Retype the line with "a session, and" in it, then each line after it to the end of the data, word for word.

____

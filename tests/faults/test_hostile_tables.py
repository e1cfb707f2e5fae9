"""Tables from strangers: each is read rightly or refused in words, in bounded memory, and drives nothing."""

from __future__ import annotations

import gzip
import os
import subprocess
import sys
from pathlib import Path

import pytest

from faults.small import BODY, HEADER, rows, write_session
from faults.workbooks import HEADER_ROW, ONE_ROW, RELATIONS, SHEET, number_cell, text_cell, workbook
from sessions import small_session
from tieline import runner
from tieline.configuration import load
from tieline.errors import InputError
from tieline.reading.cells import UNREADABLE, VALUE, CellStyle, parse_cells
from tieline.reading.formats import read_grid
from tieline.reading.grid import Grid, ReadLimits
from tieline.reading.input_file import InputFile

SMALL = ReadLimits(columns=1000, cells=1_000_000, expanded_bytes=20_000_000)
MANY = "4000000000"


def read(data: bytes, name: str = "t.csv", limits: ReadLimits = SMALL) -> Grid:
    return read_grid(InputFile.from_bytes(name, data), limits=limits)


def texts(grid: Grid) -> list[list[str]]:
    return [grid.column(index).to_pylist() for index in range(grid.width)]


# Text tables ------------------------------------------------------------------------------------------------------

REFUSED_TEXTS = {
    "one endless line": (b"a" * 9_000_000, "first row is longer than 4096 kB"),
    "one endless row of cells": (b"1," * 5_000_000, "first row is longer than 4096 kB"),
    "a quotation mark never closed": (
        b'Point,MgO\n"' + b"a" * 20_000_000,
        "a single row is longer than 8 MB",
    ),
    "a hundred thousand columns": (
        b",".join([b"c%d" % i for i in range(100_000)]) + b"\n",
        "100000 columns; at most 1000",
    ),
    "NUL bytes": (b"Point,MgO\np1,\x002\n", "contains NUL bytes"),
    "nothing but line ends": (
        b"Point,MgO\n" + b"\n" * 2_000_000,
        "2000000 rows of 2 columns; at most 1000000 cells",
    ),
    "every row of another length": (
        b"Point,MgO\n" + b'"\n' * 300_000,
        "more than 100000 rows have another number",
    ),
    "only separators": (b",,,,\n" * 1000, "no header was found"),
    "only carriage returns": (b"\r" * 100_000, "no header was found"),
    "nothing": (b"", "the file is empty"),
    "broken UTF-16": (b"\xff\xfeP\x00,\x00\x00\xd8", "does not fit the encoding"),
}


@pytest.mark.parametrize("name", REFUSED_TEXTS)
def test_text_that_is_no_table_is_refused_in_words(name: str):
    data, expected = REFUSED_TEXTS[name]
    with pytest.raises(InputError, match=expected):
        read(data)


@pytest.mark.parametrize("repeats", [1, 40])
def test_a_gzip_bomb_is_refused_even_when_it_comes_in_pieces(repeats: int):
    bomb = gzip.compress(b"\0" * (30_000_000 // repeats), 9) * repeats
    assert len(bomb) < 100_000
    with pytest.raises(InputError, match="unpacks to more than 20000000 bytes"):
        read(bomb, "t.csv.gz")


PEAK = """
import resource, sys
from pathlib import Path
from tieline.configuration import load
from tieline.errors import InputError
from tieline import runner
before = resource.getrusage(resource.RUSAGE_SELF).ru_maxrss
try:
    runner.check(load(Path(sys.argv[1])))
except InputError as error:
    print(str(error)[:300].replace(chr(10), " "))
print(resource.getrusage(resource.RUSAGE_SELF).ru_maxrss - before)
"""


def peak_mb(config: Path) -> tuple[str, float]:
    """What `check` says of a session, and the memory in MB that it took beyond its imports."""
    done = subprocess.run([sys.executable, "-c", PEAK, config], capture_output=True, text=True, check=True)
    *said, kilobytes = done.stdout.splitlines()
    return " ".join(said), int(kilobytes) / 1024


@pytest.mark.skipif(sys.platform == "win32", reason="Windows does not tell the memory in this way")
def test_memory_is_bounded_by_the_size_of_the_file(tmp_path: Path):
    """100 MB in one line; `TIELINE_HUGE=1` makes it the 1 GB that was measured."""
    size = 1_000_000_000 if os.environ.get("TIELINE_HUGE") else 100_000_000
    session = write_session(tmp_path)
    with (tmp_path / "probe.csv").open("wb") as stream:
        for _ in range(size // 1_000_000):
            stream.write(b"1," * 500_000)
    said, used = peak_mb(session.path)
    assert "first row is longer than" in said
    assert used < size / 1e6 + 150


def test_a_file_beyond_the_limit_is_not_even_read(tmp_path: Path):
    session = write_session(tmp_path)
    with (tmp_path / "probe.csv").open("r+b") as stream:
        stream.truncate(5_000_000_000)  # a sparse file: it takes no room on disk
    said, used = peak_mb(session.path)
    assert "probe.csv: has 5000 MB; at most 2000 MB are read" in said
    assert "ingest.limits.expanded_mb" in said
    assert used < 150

____

#### The answer
    """What `check` says of a session, and the memory in MB that it took beyond its imports."""
    done = subprocess.run([sys.executable, "-c", PEAK, config], capture_output=True, text=True, check=True)
    *said, kilobytes = done.stdout.splitlines()
    return " ".join(said), int(kilobytes) / 1024


@pytest.mark.skipif(sys.platform == "win32", reason="Windows does not tell the memory in this way")
def test_memory_is_bounded_by_the_size_of_the_file(tmp_path: Path):
    """100 MB in one line; `TIELINE_HUGE=1` makes it the 1 GB that was measured."""
    size = 1_000_000_000 if os.environ.get("TIELINE_HUGE") else 100_000_000
    session = write_session(tmp_path)
    with (tmp_path / "probe.csv").open("wb") as stream:
        for _ in range(size // 1_000_000):
            stream.write(b"1," * 500_000)
    said, used = peak_mb(session.path)
    assert "first row is longer than" in said
    assert used < size / 1e6 + 150


def test_a_file_beyond_the_limit_is_not_even_read(tmp_path: Path):
    session = write_session(tmp_path)
    with (tmp_path / "probe.csv").open("r+b") as stream:
        stream.truncate(5_000_000_000)  # a sparse file: it takes no room on disk
    said, used = peak_mb(session.path)
    assert "probe.csv: has 5000 MB; at most 2000 MB are read" in said
    assert "ingest.limits.expanded_mb" in said
    assert used < 150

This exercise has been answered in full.